She’s a fundraising legend (like YOU) taking part in the 2023 Launceston MS Walk Run + Roll.
Hannah’s already smashed her initial $250 fundraising goal raising $445.30 – a number that continues to grow. She’s making a difference for people living with MS.
“I’m hoping to get more funds, leading toward that miracle cure for everybody one day. It’s a fun day out as well as supporting others that have the disease.”
MS is commonly diagnosed right in the prime of life, when people are busy building careers and families.

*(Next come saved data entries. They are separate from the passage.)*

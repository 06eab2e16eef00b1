// The synthetic feature covariance: Sigma = diag(lambda_1, ..., lambda_p) with eigenvalues
// log-spaced from 1 down to 1/conditionNumber, so that cond(Sigma) = conditionNumber exactly.
// Diagonal on purpose: the condition number of the least-squares Hessian follows the knob
// directly, and drawing a feature costs one normal and one multiply.

import { DataError } from './data-error.js';

/** lambda_j = conditionNumber^(-j/(p-1)), j = 0..p-1 (a single feature has variance 1). */
export function featureVariances(featureCount: number, conditionNumber: number): Float64Array {
  if (!Number.isInteger(featureCount) || featureCount < 1) {
    throw new DataError(
      'E_DATA_SPEC',
      `data.features must be a positive integer, got ${featureCount}`,
      'data.features',
    );
  }
  if (!(conditionNumber >= 1) || !Number.isFinite(conditionNumber)) {
    throw new DataError(
      'E_DATA_SPEC',
      `data.conditionNumber must be finite and at least 1, got ${conditionNumber}`,
      'data.conditionNumber',
    );
  }
  const variances = new Float64Array(featureCount);
  variances[0] = 1;
  for (let j = 1; j < featureCount; j++)
    variances[j] = conditionNumber ** (-j / (featureCount - 1));
  // Pin the smallest eigenvalue so cond(Sigma) is the knob's value, not a rounding of it.
  if (featureCount > 1) variances[featureCount - 1] = 1 / conditionNumber;
  return variances;
}

/** Standard deviations sqrt(lambda_j): a feature is mu_j + sqrt(lambda_j) z_j with z_j ~ N(0, 1). */
export function featureScales(featureCount: number, conditionNumber: number): Float64Array {
  const scales = featureVariances(featureCount, conditionNumber);
  for (let j = 0; j < scales.length; j++) scales[j] = Math.sqrt(scales[j]);
  return scales;
}
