// Every client's objective and weight for a scenario, built from the shards that the plan
// determines. The testbed's oracle and the in-process engine see all clients; a worker builds
// only the clients it hosts (clientObjective). A process handed the shards of an instance built
// elsewhere (the coordinator's oracle thread) makes the same instance from them
// (problemInstanceOf) instead of drawing the data again. The clients' test parts ride along for
// the held-out evaluation; nothing in the objectives sees them.

import type { Scenario } from '../scenario/schema.js';
import { buildAllShards, buildAllTestShards, buildShard } from './build-shard.js';
import { createObjective } from '../problem/create-objective.js';
import type { ClientObjective, Objective, ObjectiveSpec } from '../problem/objective.js';
import type { Shard } from '../problem/shard.js';
import { WeightedSumObjective } from '../problem/weighted-sum.js';

export interface ProblemInstance {
  dim: number;
  objectives: ClientObjective[];
  /** p_i, summing to 1 */
  weights: Float64Array;
  sampleCounts: number[];
  /** f = sum_i p_i f_i */
  global: Objective;
  /** every client's test part, in client order (no rows when nothing is held out) */
  testShards: Shard[];
}

export function objectiveSpecOf(scenario: Scenario): ObjectiveSpec {
  return {
    kind: scenario.problem.kind,
    regularization: scenario.problem.regularization,
    classes: scenario.problem.classes,
    hiddenWidths: scenario.problem.hiddenWidths,
    activation: scenario.problem.activation,
  };
}

/** p_i: by sample count (n_i / n) or uniform (1/m), as the scenario says. */
export function clientWeights(scenario: Scenario, sampleCounts: readonly number[]): Float64Array {
  const m = sampleCounts.length;
  const weights = new Float64Array(m);
  if (scenario.clients.weights === 'uniform') {
    weights.fill(1 / m);
    return weights;
  }
  let total = 0;
  for (const n of sampleCounts) total += n;
  for (let i = 0; i < m; i++) weights[i] = sampleCounts[i] / total;
  return weights;
}

export function clientObjective(scenario: Scenario, clientId: number): ClientObjective {
  return createObjective(objectiveSpecOf(scenario), buildShard(scenario, clientId));
}

export function buildProblemInstance(scenario: Scenario): ProblemInstance {
  return problemInstanceOf(scenario, buildAllShards(scenario));
}

/** The instance of `scenario` over its training shards and test parts (every client's, in client order). */
export function problemInstanceOf(
  scenario: Scenario,
  shards: readonly Shard[],
  testShards: Shard[] = buildAllTestShards(scenario),
): ProblemInstance {
  if (shards.length !== scenario.clients.count)
    throw new RangeError(`${scenario.clients.count} shards expected, got ${shards.length}`);
  const spec = objectiveSpecOf(scenario);
  const objectives = shards.map((shard) => createObjective(spec, shard));
  const sampleCounts = shards.map((s) => s.sampleCount);
  const weights = clientWeights(scenario, sampleCounts);
  return {
    dim: objectives[0].dim,
    objectives,
    weights,
    sampleCounts,
    global: new WeightedSumObjective(objectives, weights),
    testShards,
  };
}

For Hannah, her daughter was just eight months old when MS struck.
“I would have been 26 years old when I was diagnosed. The major symptom that I had that led to the diagnosis was optic neuritis. I had double vision. I ended up in hospital and they did some tests and said possibly multiple sclerosis or a brain infection.”
Hannah was later sent for an MRI that confirmed multiple sclerosis.
“I had lots of lesions on my brain and spine.”
For Hannah, some experiences she’d had in the past – like numbness in her mouth or a strange feeling on her legs like wearing stockings – all began to make sense as symptoms of MS.
The diagnosis came as a shock.
“It felt horrible. I didn’t know a lot about the disease. When I was diagnosed I was a bit heartbroken and fell in a bit of a heap.”
Hannah’s had one major relapse since.
“My legs and my left side was like a feeling of being in the snow and then you put your body under the warm water – times a thousand. I could stand, but the pain was excruciating and I couldn’t feel my feet.”
Thanks to treatment Hannah’s symptoms resolved but she still lives with the daily impact of fatigue and brain fog.
Hannah describes herself as keeping a positive attitude and being stubborn that she won’t let MS stop her.
“Most people wouldn’t know I had MS. I’d just love it if there was more awareness around invisible illnesses.”
Hannah wants other fundraisers to know their effort means so much to her.
“Every dollar that people raise, it means the world to people that suffer with the disease. You don’t realise how much you take for granted until you can’t do a simple thing. I think it’s amazing and I just wish we could raise more. It means the world to everybody suffering with a debilitating disease.”